▸ PROBLEM TO SOLVE
Filter out all lines without the word "class" from the data below, please, and copy the rest.

▸ RECORDS SUPPLIED
-*-*-

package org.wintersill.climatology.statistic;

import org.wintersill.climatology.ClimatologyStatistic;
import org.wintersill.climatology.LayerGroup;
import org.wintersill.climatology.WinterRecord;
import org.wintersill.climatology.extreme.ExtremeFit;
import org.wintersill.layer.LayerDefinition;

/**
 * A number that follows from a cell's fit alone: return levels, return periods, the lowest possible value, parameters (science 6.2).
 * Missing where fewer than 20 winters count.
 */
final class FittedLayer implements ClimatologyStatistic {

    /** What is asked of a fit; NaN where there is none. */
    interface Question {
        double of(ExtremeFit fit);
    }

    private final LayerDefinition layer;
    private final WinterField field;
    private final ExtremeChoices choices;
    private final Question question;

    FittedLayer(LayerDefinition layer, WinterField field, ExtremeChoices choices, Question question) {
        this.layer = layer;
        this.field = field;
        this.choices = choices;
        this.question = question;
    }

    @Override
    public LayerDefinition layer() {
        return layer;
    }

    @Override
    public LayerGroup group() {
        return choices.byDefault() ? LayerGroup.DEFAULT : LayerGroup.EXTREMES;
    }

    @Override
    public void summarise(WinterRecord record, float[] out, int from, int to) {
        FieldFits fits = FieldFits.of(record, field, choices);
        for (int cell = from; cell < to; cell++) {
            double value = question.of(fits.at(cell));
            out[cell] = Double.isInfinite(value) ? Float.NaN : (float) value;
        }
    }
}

-*-*-

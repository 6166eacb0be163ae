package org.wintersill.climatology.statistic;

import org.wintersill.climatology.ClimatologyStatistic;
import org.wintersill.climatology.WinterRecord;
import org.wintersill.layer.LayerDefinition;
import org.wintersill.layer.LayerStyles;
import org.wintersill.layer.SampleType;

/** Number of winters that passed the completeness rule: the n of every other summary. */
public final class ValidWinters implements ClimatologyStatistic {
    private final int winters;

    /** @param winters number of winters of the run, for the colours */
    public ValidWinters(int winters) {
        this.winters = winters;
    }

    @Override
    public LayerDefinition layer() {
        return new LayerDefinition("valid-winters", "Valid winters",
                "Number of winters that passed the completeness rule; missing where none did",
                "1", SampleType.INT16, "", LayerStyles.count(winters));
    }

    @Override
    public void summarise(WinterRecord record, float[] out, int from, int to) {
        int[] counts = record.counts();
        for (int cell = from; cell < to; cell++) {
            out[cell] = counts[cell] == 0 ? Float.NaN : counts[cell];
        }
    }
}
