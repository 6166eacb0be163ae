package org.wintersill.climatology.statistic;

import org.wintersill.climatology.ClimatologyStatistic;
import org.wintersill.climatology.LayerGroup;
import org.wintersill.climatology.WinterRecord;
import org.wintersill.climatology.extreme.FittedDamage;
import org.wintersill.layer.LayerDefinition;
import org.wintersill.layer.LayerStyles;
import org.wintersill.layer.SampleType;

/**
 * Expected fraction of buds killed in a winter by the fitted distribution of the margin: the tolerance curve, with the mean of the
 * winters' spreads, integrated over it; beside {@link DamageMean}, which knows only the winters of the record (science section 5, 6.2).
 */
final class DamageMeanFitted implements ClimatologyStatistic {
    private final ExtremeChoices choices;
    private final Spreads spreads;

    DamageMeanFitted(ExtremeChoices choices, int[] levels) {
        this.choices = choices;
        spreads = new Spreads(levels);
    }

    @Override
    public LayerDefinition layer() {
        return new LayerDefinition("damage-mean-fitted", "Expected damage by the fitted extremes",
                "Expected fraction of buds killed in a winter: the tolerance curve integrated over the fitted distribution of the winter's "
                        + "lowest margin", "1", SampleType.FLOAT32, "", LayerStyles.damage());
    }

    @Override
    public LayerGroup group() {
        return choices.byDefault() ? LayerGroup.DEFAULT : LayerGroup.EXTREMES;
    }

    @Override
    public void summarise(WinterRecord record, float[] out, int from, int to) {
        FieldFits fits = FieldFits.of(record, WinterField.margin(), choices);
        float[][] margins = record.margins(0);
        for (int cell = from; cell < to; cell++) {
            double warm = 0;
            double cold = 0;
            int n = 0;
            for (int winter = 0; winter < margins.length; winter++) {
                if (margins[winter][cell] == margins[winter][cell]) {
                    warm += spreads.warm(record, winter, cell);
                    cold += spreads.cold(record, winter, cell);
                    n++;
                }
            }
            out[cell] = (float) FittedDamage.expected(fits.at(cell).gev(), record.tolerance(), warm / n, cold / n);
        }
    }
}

-*-*-

▸ WRITTEN RESPONSE
final class FittedLayer implements ClimatologyStatistic {
public final class ValidWinters implements ClimatologyStatistic {
final class DamageMeanFitted implements ClimatologyStatistic {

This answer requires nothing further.